Physics

D. A. BOCHVAR, I. V. STANKEVICH, and A. L. CHISTYAKOV

LOCALIZATION ENTROPY AND EXTENT IN A QUANTUM-MECHANICAL SYSTEM

(Presented by Academician I. V. Obreimov, June 29, 1960)

In joint work with N. P. Gambaryan \((^1)\), one of us proposed defining the delocalization of a particle in a stationary state of a quantum-mechanical system as the localization entropy, calculated by means of the corresponding eigenfunction of the system. Namely, if \(\psi(x_1,y_1,z_1,\ldots,x_n,y_n,z_n)\) is a stationary state of a system of \(n\) particles, we define the probability distribution density for the position of the \(i\)-th particle as

\[ \Phi(\tau_i)=\int_{R_{3n-3}} |\psi|^2\,d\tau_1\ldots d\tau_{i-1}\,d\tau_{i+1}\ldots d\tau_n \]

and, further, the localization entropy of the \(i\)-th particle in the given stationary state of the quantum-mechanical system as

\[ h_i=-\int_{R_3}\Phi(\tau_i)\log \Phi(\tau_i)\,d\tau_i, \]

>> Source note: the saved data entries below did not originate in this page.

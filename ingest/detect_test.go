package ingest_test

import (
	"encoding/json"
	"math/rand/v2"
	"path/filepath"
	"sync"
	"testing"
	"time"

	"github.com/nats-io/nats.go"
	dto "github.com/prometheus/client_model/go"

	"driftfit/alert"
	"driftfit/ingest"
	"driftfit/rolling"
)

// collectEvents reads the events published on sub until it is quiet.
func collectEvents(t *testing.T, sub *nats.Subscription) []alert.Event {
	t.Helper()
	var out []alert.Event
	for {
		m, err := sub.NextMsg(300 * time.Millisecond)
		if err != nil {
			return out
		}
		var ev alert.Event
		if err := json.Unmarshal(m.Data, &ev); err != nil {
			t.Fatalf("event %s: %v", m.Data, err)
		}
		out = append(out, ev)
	}
}

// subscribeOwn subscribes on a connection of its own, so what the
// service publishes before it stops is still read after.
func subscribeOwn(t *testing.T, url, subject string) *nats.Subscription {
	t.Helper()
	nc, err := nats.Connect(url)
	if err != nil {
		t.Fatal(err)
	}
	t.Cleanup(nc.Close)
	sub, err := nc.SubscribeSync(subject)
	if err != nil {
		t.Fatal(err)
	}
	if err := nc.Flush(); err != nil {
		t.Fatal(err)
	}
	return sub
}

// publishBatchJS publishes readings of one sensor in one message.
func publishBatchJS(t *testing.T, js nats.JetStreamContext, id string, rs []rolling.Reading) {
	t.Helper()
	if _, err := js.Publish("driftfit.in."+id, ingest.AppendBatch(nil, id, rs)); err != nil {
		t.Fatal(err)
	}
}

// TestService_StepVersusDrift runs two sensors that ramp at 2 kPa/day in
// N(0, 1) noise, read every 5 minutes, one of them stepping up 2 kPa on
// day 15 — the set-up of the alert package's
// TestStepDetector_StepVersusDrift, here through the service, whose step
// detector takes each hourly pane's mean against the 1-day window's line
// fit before it. The step must raise a step alert dated within two
// hours of the change; the ramp alone none. A third sensor with the same
// readings re-baselines after the step (SensorConfig.StepRebaseline): its
// window restarts after the change time.
func TestService_StepVersusDrift(t *testing.T) {
	dir := t.TempDir()
	ns := natsServer(t, filepath.Join(dir, "nats"), 0)
	defer ns.Shutdown()
	rule := ptRule(500, 3)
	rule.Windows = []rolling.WindowSpec{{Span: 24 * time.Hour, Pane: time.Hour}}
	rule.Limits.Slope = alert.RateLimit{Warning: 100} // far beyond the ramp: only the step detector speaks
	rule.Detect.Step.On = true
	// pt-203 has pt-202's readings and re-baselines after a step; the
	// newest pane close of each shows where its window starts.
	t0 := time.Date(2026, 10, 1, 0, 0, 0, 0, time.UTC)
	stepAt := t0.Add(15 * 24 * time.Hour)
	var mu sync.Mutex
	first := map[string]time.Time{}
	h := startAlertService(t, ns.ClientURL(), dir, rule, "", func(o *ingest.Options) {
		sensor := o.Sensor
		o.Sensor = func(id string) (ingest.SensorConfig, error) {
			c, err := sensor(id)
			c.StepRebaseline = id == "qm.u1.steam.pt-203"
			return c, err
		}
		o.OnPaneClose = func(id string, _ int, sol *rolling.Solution) {
			if d := sol.Last.Sub(stepAt); d >= 12*time.Hour && d < 13*time.Hour {
				mu.Lock()
				first[id] = sol.First
				mu.Unlock()
			}
		}
	})
	sub := subscribeOwn(t, ns.ClientURL(), "driftfit.alerts.>")
	js, err := h.nc.JetStream()
	if err != nil {
		t.Fatal(err)
	}
	const seed = 42
	t.Logf("seed %d", seed)
	n := 0
	for _, c := range []struct {
		id   string
		step float64
	}{{"qm.u1.steam.pt-201", 0}, {"qm.u1.steam.pt-202", 2}, {"qm.u1.steam.pt-203", 2}} {
		rng := rand.New(rand.NewPCG(seed, uint64(c.step)))
		var rs []rolling.Reading
		for now := t0; now.Before(t0.Add(20 * 24 * time.Hour)); now = now.Add(5 * time.Minute) {
			v := 1000 + 2*now.Sub(t0).Hours()/24 + rng.NormFloat64()
			if !now.Before(stepAt) {
				v += c.step
			}
			rs = append(rs, rolling.Reading{UnixNano: now.UnixNano(), Value: v})
			if len(rs) == 12 {
				publishBatchJS(t, js, c.id, rs)
				n += len(rs)
				rs = rs[:0]
			}
		}
	}
	waitFor(t, "every reading applied", func() bool { return h.svc.Stats().Applied == uint64(n) })
	h.stop()
	var steps []alert.Event
	for _, ev := range collectEvents(t, sub) {
		if ev.Kind == alert.Step && ev.Type == alert.Raised {
			steps = append(steps, ev)
		}
	}
	if len(steps) != 2 || steps[0].Sensor == steps[1].Sensor || steps[0].Sensor == "qm.u1.steam.pt-201" || steps[1].Sensor == "qm.u1.steam.pt-201" {
		t.Fatalf("step raises %+v: want one on pt-202 and one on pt-203, none on the ramp pt-201", steps)
	}
	ev := steps[0]
	// Twelve hours after the step the re-baselined window starts after
	// the change time, the other still holds the half day before it.
	mu.Lock()
	f2, f3 := first["qm.u1.steam.pt-202"], first["qm.u1.steam.pt-203"]
	mu.Unlock()
	if !f2.Before(stepAt) || f3.Before(stepAt) {
		t.Errorf("windows 12 h after the step start at %v (pt-202) and %v (pt-203, re-baselined); want before and after %v", f2, f3, stepAt)
	}
	t.Logf("windows 12 h after the step start at %v (pt-202) and %v (pt-203, re-baselined)", f2, f3)
	if ev.At.Before(stepAt) || ev.At.Sub(stepAt) > 24*time.Hour {
		t.Errorf("step raised at %v, want within a day after %v", ev.At, stepAt)
	}
	if dt := ev.First.Sub(stepAt); dt < -2*time.Hour || dt > 2*time.Hour {
		t.Errorf("step dated %v, want within 2 h of %v", ev.First, stepAt)
	}
	// The size is the mean one-step error since the change; the line fit
	// takes the new level in over the hours the CUSUM needs, so the later
	// errors are smaller than the step (hourly pane means, not the
	// alert package's single readings).
	if ev.Value < 1 || ev.Value > 2.5 || ev.Unit != "kPa" || ev.Window != "1d/1h" {
		t.Errorf("step size %.3f %s on %s, want 1 to 2.5 kPa (the step is 2) on 1d/1h", ev.Value, ev.Unit, ev.Window)
	}
	t.Logf("step raised at %v, dated %v, size %.3f %s, limit h %.2f, n %d", ev.At, ev.First, ev.Value, ev.Unit, ev.Limit, ev.N)
}

// TestService_DataQuality runs four transmitters on one worker, read
// every 5 minutes for three days in N(1000, 0.3) noise, each with one
// fault: stuck at exactly 1000 for 12 hours, four spikes of +50 kPa
// within an hour, silent after day 2, one reading above the span. Each
// fault must raise its kind on its sensor only, open no ticket
// (ticket_kinds not set: slope and lead time only), and the spikes must
// be kept out of the fits and counted.
func TestService_DataQuality(t *testing.T) {
	dir := t.TempDir()
	ns := natsServer(t, filepath.Join(dir, "nats"), 0)
	defer ns.Shutdown()
	rule := ptRule(50, 2)
	rule.Limits.Slope = alert.RateLimit{Warning: 100}
	rule.Detect = alert.Detectors{
		Flatline:  alert.FlatlineSettings{For: 6 * time.Hour},
		Spike:     alert.SpikeSettings{K: 6},
		Silent:    3 * time.Hour,
		OutOfSpan: true,
	}
	metrics := ingest.NewMetrics()
	h := startAlertService(t, ns.ClientURL(), dir, rule, "", func(o *ingest.Options) {
		o.Workers = 1 // the silent sensor's worker clock runs on the others' readings
		o.Metrics = metrics
	})
	sub := subscribeOwn(t, ns.ClientURL(), "driftfit.alerts.>")
	tickets := subscribeOwn(t, ns.ClientURL(), "driftfit.tickets")
	if err := h.nc.Flush(); err != nil {
		t.Fatal(err)
	}
	js, err := h.nc.JetStream()
	if err != nil {
		t.Fatal(err)
	}
	const seed = 5
	t.Logf("seed %d", seed)
	rng := rand.New(rand.NewPCG(seed, 0))
	t0 := time.Date(2026, 10, 1, 0, 0, 0, 0, time.UTC)
	day := 24 * time.Hour
	stuckFrom, spikeFrom := t0.Add(36*time.Hour), t0.Add(40*time.Hour)
	ids := []string{"qm.u1.steam.pt-301", "qm.u1.steam.pt-302", "qm.u1.steam.pt-303", "qm.u1.steam.pt-304"}
	batches := make([][]rolling.Reading, len(ids))
	n, spikes := 0, 0
	for now := t0; now.Before(t0.Add(3 * day)); now = now.Add(5 * time.Minute) {
		for i, id := range ids {
			v := 1000 + 0.3*rng.NormFloat64()
			switch i {
			case 0:
				if !now.Before(stuckFrom) && now.Before(stuckFrom.Add(12*time.Hour)) {
					v = 1000
				}
			case 1:
				// Every other reading for 35 minutes: no run longer than
				// one, so each is judged a spike.
				if d := now.Sub(spikeFrom); d >= 0 && d < 40*time.Minute && (d/(5*time.Minute))%2 == 0 {
					v += 50
					spikes++
				}
			case 2:
				if !now.Before(t0.Add(2 * day)) {
					continue
				}
			case 3:
				if now.Equal(t0.Add(50 * time.Hour)) {
					v = 2100 // span 0..2000
				}
			}
			batches[i] = append(batches[i], rolling.Reading{UnixNano: now.UnixNano(), Value: v})
			if len(batches[i]) == 12 {
				publishBatchJS(t, js, id, batches[i])
				n += len(batches[i])
				batches[i] = batches[i][:0]
			}
		}
	}
	spikesCounted := func() float64 {
		var out dto.Metric
		if err := metrics.Spikes.Write(&out); err != nil {
			t.Fatal(err)
		}
		return out.GetCounter().GetValue()
	}
	waitFor(t, "every reading applied or kept out", func() bool { return h.svc.Stats().Applied+uint64(spikesCounted()) == uint64(n) })
	h.stop()
	raised := map[string][]alert.Event{}
	for _, ev := range collectEvents(t, sub) {
		if ev.Type == alert.Raised {
			raised[ev.Sensor] = append(raised[ev.Sensor], ev)
		}
	}
	want := map[string]alert.Kind{ids[0]: alert.Flatline, ids[1]: alert.Spike, ids[2]: alert.Silent, ids[3]: alert.OutOfSpan}
	for _, id := range ids {
		evs := raised[id]
		if len(evs) != 1 || evs[0].Kind != want[id] {
			t.Errorf("%s raised %+v, want one %v", id, evs, want[id])
			continue
		}
		t.Logf("%s: %s at %v since %v value %.3g %s limit %.3g", id, evs[0].Kind, evs[0].At, evs[0].First, evs[0].Value, evs[0].Unit, evs[0].Limit)
	}
	if evs := raised[ids[0]]; len(evs) == 1 && (!evs[0].First.Equal(stuckFrom) || evs[0].At.Sub(stuckFrom) != 6*time.Hour) {
		t.Errorf("flatline since %v raised at %v, want since %v raised 6 h later", evs[0].First, evs[0].At, stuckFrom)
	}
	if evs := raised[ids[2]]; len(evs) == 1 {
		last := t0.Add(2*day - 5*time.Minute)
		if !evs[0].First.Equal(last) || evs[0].At.Sub(last) < 3*time.Hour || evs[0].At.Sub(last) > 3*time.Hour+10*time.Minute {
			t.Errorf("silent since %v raised at %v, want since %v, raised 3 h later (checked every 5 min of reading time)", evs[0].First, evs[0].At, last)
		}
	}
	if m, err := tickets.NextMsg(200 * time.Millisecond); err == nil {
		t.Errorf("ticket %s: no data-quality kind opens one unless ticket_kinds says so", m.Data)
	}
	// The reading above the span, 1100 kPa off, is a spike too.
	if got := spikesCounted(); got != float64(spikes+1) {
		t.Errorf("driftfit_readings_spikes_total = %v, want %d: the %d spikes and the reading above the span", got, spikes+1, spikes)
	}
}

where \(R\), with the corresponding index, is the space over which the integral is taken, \(d\tau_i=dx_i\,dy_i\,dz_i\).

We shall consider systems consisting of \(m+k\) particles, where \(m\) is the number of fixed particles of one type (for example, positively charged nuclei) and \(k\) is the number of identical particles (for example, electrons). In this case the index \(i\) may be omitted.

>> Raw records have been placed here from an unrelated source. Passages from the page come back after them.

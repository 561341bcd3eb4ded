package ingest

import (
	"fmt"
	"strconv"
	"strings"
	"unicode"
	"unicode/utf8"

	"driftfit/store"
)

// MaxSensorID is the longest sensor id accepted, in bytes: the store's
// limit, so that every id routed can also be committed.
const MaxSensorID = store.MaxSensorID

// SensorIDError is returned by CheckSensorID: what is wrong with ID.
// It unwraps to ErrSensorID.
type SensorIDError struct {
	ID      string
	Problem string
}

func (e *SensorIDError) Error() string {
	return "ingest: sensor id " + QuoteID(e.ID) + ": " + e.Problem
}

// Unwrap returns ErrSensorID.
func (e *SensorIDError) Unwrap() error { return ErrSensorID }

// CheckSensorID reports whether id can name a sensor: 1 to MaxSensorID
// bytes of valid UTF-8, no control or white-space characters, none of the
// NATS wildcards '*' and '>', and no empty dot-separated token (no
// leading, trailing or doubled dot). The error is a *SensorIDError.
//
// The rules make every id a valid single-subject NATS suffix and a valid
// store key, and keep ids printable: an id is echoed into logs, headers
// and terminals.
func CheckSensorID(id string) error {
	problem := ""
	switch {
	case id == "":
		problem = "empty"
	case len(id) > MaxSensorID:
		problem = fmt.Sprintf("%d bytes, longer than %d", len(id), MaxSensorID)
	case !utf8.ValidString(id):
		problem = "not valid UTF-8"
	case id[0] == '.' || id[len(id)-1] == '.' || strings.Contains(id, ".."):
		problem = "empty token (leading, trailing or doubled dot)"
	default:
		for i, r := range id {
			switch {
			case r == '*' || r == '>':
				problem = fmt.Sprintf("wildcard %q at byte %d", r, i)
			case unicode.IsControl(r) || unicode.IsSpace(r) || !unicode.IsPrint(r):
				problem = fmt.Sprintf("character %U at byte %d is not printable", r, i)
			}
			if problem != "" {
				break
			}
		}
	}
	if problem == "" {
		return nil
	}
	return &SensorIDError{ID: id, Problem: problem}
}

// quoteMax is the most bytes of an id QuoteID prints: enough for any
// real id, short enough that a hostile one cannot flood a log line.
const quoteMax = 256

// QuoteID returns id as a double-quoted Go string literal safe to print
// anywhere: control characters (terminal escape sequences included),
// invalid UTF-8 and other non-printable runes are escaped. An id longer
// than 256 bytes is cut at a rune boundary and its full length appended,
// e.g. "abc…"+(5000 bytes).
func QuoteID(id string) string {
	if len(id) <= quoteMax {
		return strconv.Quote(id)
	}
	cut := quoteMax
	for cut > 0 && !utf8.RuneStart(id[cut]) {
		cut--
	}
	return strconv.Quote(id[:cut]) + "…(" + strconv.Itoa(len(id)) + " bytes)"
}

The question arises: to what extent is it natural, with such a definition, to associate the notion of extent?

Since for a quantum-mechanical system one cannot speak of volume in the ordinary sense, various experimental data are used to characterize extent (van der Waals radius, covalent radius, etc.).

In the present article an attempt is made to introduce a certain theoretical characteristic of extent in a quantum-mechanical system.

It is obvious that, under a mathematically reasonable definition of extent, for the simplest distribution laws that admit application of the usual concept of volume, the extent must coincide with the volume in the ordinary sense.

It is easy to show that, in the case of a uniform distribution (with density \(\rho\)) specified on some finite region \(D\) of a space \(R\), with volume \(V_D\) (in the ordinary sense), the localization entropy \(h\), defined as

\[ h=-\int_D \rho\log_b\rho\,d\tau, \]

is nothing other than \(\log_b V_D\) (\(b\) is the chosen base of the logarithms), i.e.,

\[ V_D=b^h. \]

Proceeding from the above considerations, we shall now define, in general, the $h$-extension $V_h$ of a particle in a quantum-mechanical system (in the given state) as

\[ V_h = e^h \text{ units of volume.} \]

It is easy to verify that the value of the $h$-extension is independent of the choice of the base of the logarithm, which indicates the correctness of our definition. In the specific calculations we used the base $e$.

Let us illustrate the above with several examples.

In the case of such a system as a particle in a one-dimensional potential box of length $L$, with constant potential inside the box and infinitely high walls, the one-dimensional $h$-extension in any stationary state is equal to $0.836L$, i.e., the one-dimensional $h$-extension is somewhat less than the length of the potential box, which is naturally associated with the presence of nodes in all eigenfunctions.

If the walls of the potential box are finite, then, generally speaking, the $h$-extension will exceed the length of the potential box by some amount depending on the parameters of the potential box and on the stationary state. Thus, for example, for a well depth equal to 1.0 en. units and a width equal to 0.1 length units, the $h$-extension of the ground state is equal to 4.035 length units.

In (¹) the value of $h$ was given for the hydrogen atom in the $1s$-state with the position of the nucleus fixed; namely, $h=\ln \pi + 3$ (when calculated in atomic units). If in this case the $h$-extension is interpreted as the volume of a sphere centered at the nucleus, it turns out that its radius is $1.31$ Å, which is quite close to the experimental value of the van der Waals radius of hydrogen (equal, according to crystallochemical data, to $1.20$ Å). Since the value $1.31$ Å refers to an isolated atom, while the value $1.20$ Å is of crystallochemical origin, such a result is quite natural.

The calculations of particle entropies in potential boxes were carried out by N. P. Gambaryan and E. S. Bogatova.

Received
23 VI 1960.

REFERENCES

1. D. A. Bochvar, N. P. Gambaryan, DAN, 131, 532 (1960).